Everyone knew I was behind the surge in ASD diagnoses, but only the parents cared. One mother, speaking through our medical assistant, told me she had been dismissed by three clinics before arriving at ours. Her son’s behaviors were chalked up to “language delay” or “cultural difference.” When I explained autism, she cried, not from fear, but from relief. For the first time, someone named what she had seen all along. That moment reinforced why surveillance matters: It transforms invisibility into recognition.
Equity in the numbers
The surge in Hispanic prevalence wasn’t evidence of epidemic; it was evidence of equity. For decades, minority children were underdiagnosed, their families underserved. Surveillance corrected that imbalance. By 2022, Hispanic prevalence approached parity with White children, proving that when systems look, disparities shrink. That’s the slope we must defend. The numbers are not just epidemiology; they are moral testimony.

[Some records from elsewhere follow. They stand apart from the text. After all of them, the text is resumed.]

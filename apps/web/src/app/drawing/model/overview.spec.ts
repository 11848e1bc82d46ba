import { describe, expect, it } from 'vitest';
import { drawnNetwork, EMPTY_DRAWING } from './drawn-network';
import { boundsOf, mapOf, needsOverview } from './overview';
import { sampleDocument } from './sample-network';

const BOUNDS = boundsOf(drawnNetwork(sampleDocument()));
const WINDOW = { zoom: 1, panX: 100, panY: 100, width: 900, height: 600 };

describe('the overview', () => {
  it('covers everything that is drawn', () => {
    expect(BOUNDS).toEqual({ left: 0, top: 0, right: 400, bottom: 100 });
    expect(boundsOf(EMPTY_DRAWING)).toBeNull();
  });

  it('stands where something is out of sight and the window is large enough', () => {
    expect(needsOverview(BOUNDS, WINDOW)).toBe(false);
    expect(needsOverview(BOUNDS, { ...WINDOW, panX: -1 })).toBe(true);
    expect(needsOverview(BOUNDS, { ...WINDOW, zoom: 4 })).toBe(true);
    expect(needsOverview(BOUNDS, { ...WINDOW, panX: -1, width: 390 })).toBe(false);
    expect(needsOverview(null, WINDOW)).toBe(false);
  });

  it('keeps the network’s shape within its own size', () => {
    const { width, height } = mapOf({ left: 0, top: 0, right: 4000, bottom: 1000 });
    expect(width).toBeLessThanOrEqual(176);
    expect(height).toBeLessThanOrEqual(116);
    expect(mapOf({ left: 0, top: 0, right: 0, bottom: 0 }).width).toBeGreaterThan(0);
  });
});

The politics of unreasonable doubt
And here’s the irony: The chart that rebukes conspiracy rhetoric was published in The Wall Street Journal, the conservative newspaper of choice. Rupert Murdoch’s flagship. Not exactly a bastion of progressive epidemiology. Not part of any imagined “deep state.” Just data. Just graphics. Just truth.

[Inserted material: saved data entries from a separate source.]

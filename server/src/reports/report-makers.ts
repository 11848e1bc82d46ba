import type { ReportFormat } from '@riseback/contracts';
import { makeCsv } from './exports/make-csv';
import { makeJson } from './exports/make-json';
import { makeXlsx } from './exports/make-xlsx';
import { makePdf } from './pdf/make-pdf';
import type { ReportMaker } from './report-content';

/** How each format is made; loaded by the report's thread only. */
export const REPORT_MAKERS: Readonly<Record<ReportFormat, ReportMaker>> = {
  pdf: makePdf,
  xlsx: makeXlsx,
  csv: makeCsv,
  json: makeJson,
};
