import { STRATIFIED_SLOPE_LIMIT } from '@riseback/hydraulics';
import type { MethodSection } from '../method-section';
import { printed } from '../printed-number';

const LEVEL_DEG = printed((Math.asin(STRATIFIED_SLOPE_LIMIT) * 180) / Math.PI);

/** Acceleration and choking, the flow patterns, the two bands, and intermittent traps together. */
export const FLOW_SECTIONS: readonly MethodSection[] = [
  {
    id: 'acceleration',
    title: 'Acceleration and choking',
    summary:
      'Flash steam grows as the pressure falls, and it takes pressure to speed it up; at last no lower pressure downstream can speed it further. The outlet then stands at that critical pressure, above the node it discharges into.',
    equations: [
      '−dp/ds = (friction + static)/[1 + G² (dv/dp)_h]',
      '(dv/dp)_h = x v_g′ + (1 − x) v_l′ + (v_g − v_l) x′',
    ],
    symbols: [
      ['v', 'specific volume'],
      ['x′', 'change of the flash share with pressure along the boiling line, at constant enthalpy'],
    ],
    notes: [
      'It chokes where the bracket is 0. By the flash method the vapour alone counts: `1 + (x G)² v_g′`. The jump at a choked outlet is counted as flash.',
    ],
    range: 'Phases in equilibrium: pipes of many bores’ length.',
    limits: ['Short pipes and orifices flash late and pass more.'],
    sources: ['Momentum balance of homogeneous flow; Wallis, One-dimensional Two-phase Flow (1969)'],
    checked: '40 lines marched independently within 3e-6; dry steam chokes within 15 % below the velocity of sound.',
    page: 'acceleration-and-choking',
  },
  {
    id: 'patterns-level',
    title: 'Patterns in level runs',
    summary: `Stratified smooth or wavy, intermittent, annular, or dispersed bubbles, from the level of the stratified balance; within ${LEVEL_DEG}° of level.`,
    equations: ['K² = Re_ls ρ_g j_g²/((ρ_l − ρ_g) g D cos β)'],
    symbols: [['K', 'waves form where it reaches `2/(√ũ (u_g/j_g) √0.01)`']],
    table: {
      head: ['Pattern', 'Where'],
      rows: [
        ['stratified', '`r_A` below 1; wavy above the bound of `K`'],
        ['annular', '`r_A` at 1 or above and the level below half the bore'],
        ['dispersed bubble', 'above that, where turbulence outweighs buoyancy'],
        ['intermittent', 'else'],
      ],
    },
    range: `Slopes up to ${LEVEL_DEG}° either way.`,
    limits: [
      'Boundaries are bands in nature; neighbouring programs differ by a few per cent.',
      'Falls steeper than that are not classified.',
    ],
    sources: ['Taitel & Dukler, AIChE J. 22 (1976) 47-55'],
    checked: 'Another program’s map: 62 points clear of boundaries, all the same.',
    page: 'flow-patterns',
  },
  {
    id: 'patterns-rise',
    title: 'Patterns in rises',
    summary:
      'Bubbly, slug, churn or annular. Slug and churn carry the liquid up in lumps, which shake pipes and gauges.',
    equations: [
      'j_l > (3.33/C0 − 1) j_g − (0.76/C0) (σ g d/ρ_l²)^(1/4)',
      'j_g ≥ √(d g D/ρ_g) (a_m − 0.11)',
      'a_m = 1 − 0.813 {[(C0 − 1) j + 0.35 V]/[j + 0.75 V (d g D³/(ρ_l ν_l²))^(1/18)]}^0.75',
    ],
    symbols: [
      ['d', 'difference of the densities'],
      ['j', 'both superficial velocities together'],
      ['V', '`√(d g D/ρ_l)`'],
      ['a_m', 'void fraction at which slugs break up into churn'],
    ],
    notes: [
      'The first is bubbly flow, the second annular; between them churn with a above `a_m`, slug below, where `a = j_g/(C0 j + 0.35 V)` and `C0 = 1.2 − 0.2 √(ρ_g/ρ_l)`.',
    ],
    range: `Rises steeper than ${LEVEL_DEG}°.`,
    limits: ['Made for upright pipes; used for every steep rise.'],
    sources: ['Mishima & Ishii, Int. J. Heat Mass Transfer 27 (1984) 723-737'],
    checked: 'Seven independent points: pattern, and void fractions to three digits.',
    page: 'flow-patterns',
  },
  {
    id: 'spread',
    title: 'Spread',
    summary:
      'The lowest and the highest back pressure over all friction methods, each with the rule of lift and with two-phase risers by drift flux, and the chosen method itself, which so always lies inside. On one small line the methods differ by up to ten times: a single number would hide that.',
    range:
      'Every solved trap. Each method goes its own way from the receiver up; in loops the flows are solved anew by each.',
    limits: [
      'It holds methods that do not suit the flow; the credible band leaves those out.',
      'A method without a solution is named and left out, and the spread is wider in truth.',
    ],
    sources: ['Definition of this program'],
    checked: 'Every trap of the demo plant against 13 separate solves, to the digit.',
    page: 'spread-and-credible-band',
  },
  {
    id: 'credible',
    title: 'Credible band',
    summary:
      'Pipe by pipe, over the methods that suit how its liquid runs: where it stays stratified, flash vapour and the stratified balance with a smooth and a wavy surface; elsewhere the full-bore methods; on the network’s own static lift. A check that passes by the chosen method and fails within the band becomes a watch. A fail stays a fail.',
    range: 'Every solved trap.',
    limits: [
      'The chosen method need not lie within: where a dry basis is asked for a line that runs full, the band lies above it, and that is the finding.',
      'It is between methods, not around the truth, and no statement of probability: loads, lengths and roughness have doubts of their own.',
      'Whether the static lift is right shows only in the spread.',
    ],
    sources: ['Definition of this program, from the methods above'],
    checked: 'Lines that run full and lines that stay stratified against separate solves, to the digit.',
    page: 'spread-and-credible-band',
  },
  {
    id: 'coincidence-average',
    title: 'All traps at their load',
    summary: 'Every trap gives its load of the case, steadily, intermittent or not.',
    range: 'Many small traps, none of which matters alone.',
    limits: ['A trap that discharges in bursts stands against more than this while it does.'],
    sources: ['Common practice'],
    checked: 'The base of every other figure.',
    page: 'coincidence',
    choice: { key: 'coincidence', value: 'average' },
  },
  {
    id: 'coincidence-ownPeak',
    title: 'Each at its own peak',
    summary:
      'For each intermittent trap its walk is computed with that trap at its load times its peak factor `F`, and all others at their load.',
    equations: ['m′ = m + (F − 1) m_i'],
    range: 'Networks with intermittent traps; where there are loops the whole network is solved for each.',
    limits: [
      'No two peaks ever meet in it.',
      'Capacity is judged at the average load: the sizing factor is what covers the peak.',
    ],
    sources: ['Definition of this program'],
    checked: 'The demo plant and a header with heat loss solved whole, trap by trap, within 1e-9.',
    page: 'coincidence',
    choice: { key: 'coincidence', value: 'ownPeak' },
  },
  {
    id: 'coincidence-probable',
    title: 'Own peak and probable others',
    summary:
      'For each trap its own peak, with its batch, and in every pipe of its walk what the other intermittent traps upstream give together in 95 of 100 moments: each at its peak for one part in `F` of the time and nothing else, independently, but traps of one batch together.',
    equations: ['m′ = m + ("own batch: peak − average") + max(0, Q₉₅("others") − "average of others")'],
    range:
      'Trees; refused in loops. Counted out exactly for up to 16 sources; of more the 16 largest, the rest as normally distributed.',
    limits: [
      'Independence is an assumption: give traps that discharge together one batch name.',
      'Enthalpies are those of the average run; filling and the seconds of a discharge do not count.',
    ],
    sources: ['Definition of this program; Abramowitz & Stegun 7.1.26 for the normal law'],
    checked: 'Five small networks by hand and binomial tables; 400,000 throws of 17 to 60 sources within 1 %.',
    page: 'coincidence',
    choice: { key: 'coincidence', value: 'probable' },
  },
];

Robert Kennedy Jr. and Donald Trump tend to focus less on data and more on public sentiment. They often use uncertainty to raise doubts and portray established diagnostic conclusions as questionable. Their messaging extends beyond skepticism about vaccines and reflects a broader challenge to established sources of information.
When they call autism a “manufactured epidemic,” they erase every child I’ve ever diagnosed in Phoenix. When they call surveillance “government overreach,” they undermine the very systems that protect our most vulnerable.
This isn’t about politics. It’s about presence. It’s about the slope. It’s about the children who were invisible until surveillance made them visible.
A call to clinicians and coalitions
Clinicians cannot stand alone. Legislators must fund surveillance. Families must demand it. And editors must publish it without sanitization. The slope is not just epidemiology; it is moral infrastructure.
If we allow populist rhetoric to erode it, we will return to the era of invisibility. That is a betrayal of every child whose diagnosis was hard-won. Surveillance is not optional. It is the scaffolding of dignity.
We must defend the slope. Not as data, but as presence. Not as prevalence, but as justice. Because if we don’t, the next chart won’t show prevalence. It will show erasure. And history will not forgive us for silence.
Ronald L. Lindsay is a retired developmental-behavioral pediatrician whose career spanned military service, academic leadership, and public health reform. His professional trajectory, detailed on LinkedIn, reflects a lifelong commitment to advancing neurodevelopmental science and equitable systems of care.
Dr. Lindsay’s research has appeared in leading journals, including The New England Journal of Medicine, The American Journal of Psychiatry, Archives of General Psychiatry, The Journal of Child and Adolescent Psychopharmacology, and Clinical Pediatrics. His NIH-funded work with the Research Units on Pediatric Psychopharmacology (RUPP) Network helped define evidence-based approaches to autism and related developmental disorders.
As medical director of the Nisonger Center at The Ohio State University, he led the Leadership Education in Neurodevelopmental and Related Disabilities (LEND) Program, training future leaders in interdisciplinary care. His Ohio Rural DBP Clinic Initiative earned national recognition for expanding access in underserved counties, and at Madigan Army Medical Center, he founded Joint Base Lewis-McChord (JBLM) CARES, a $10 million autism resource center for military families.
Dr. Lindsay’s scholarship, profiled on ResearchGate and Doximity, extends across seventeen peer-reviewed articles, eleven book chapters, and forty-five invited lectures, as well as contributions to major academic publishers such as Oxford University Press and McGraw-Hill. His memoir-in-progress, The Quiet Architect, threads testimony, resistance, and civic duty into a reckoning with systems retreat.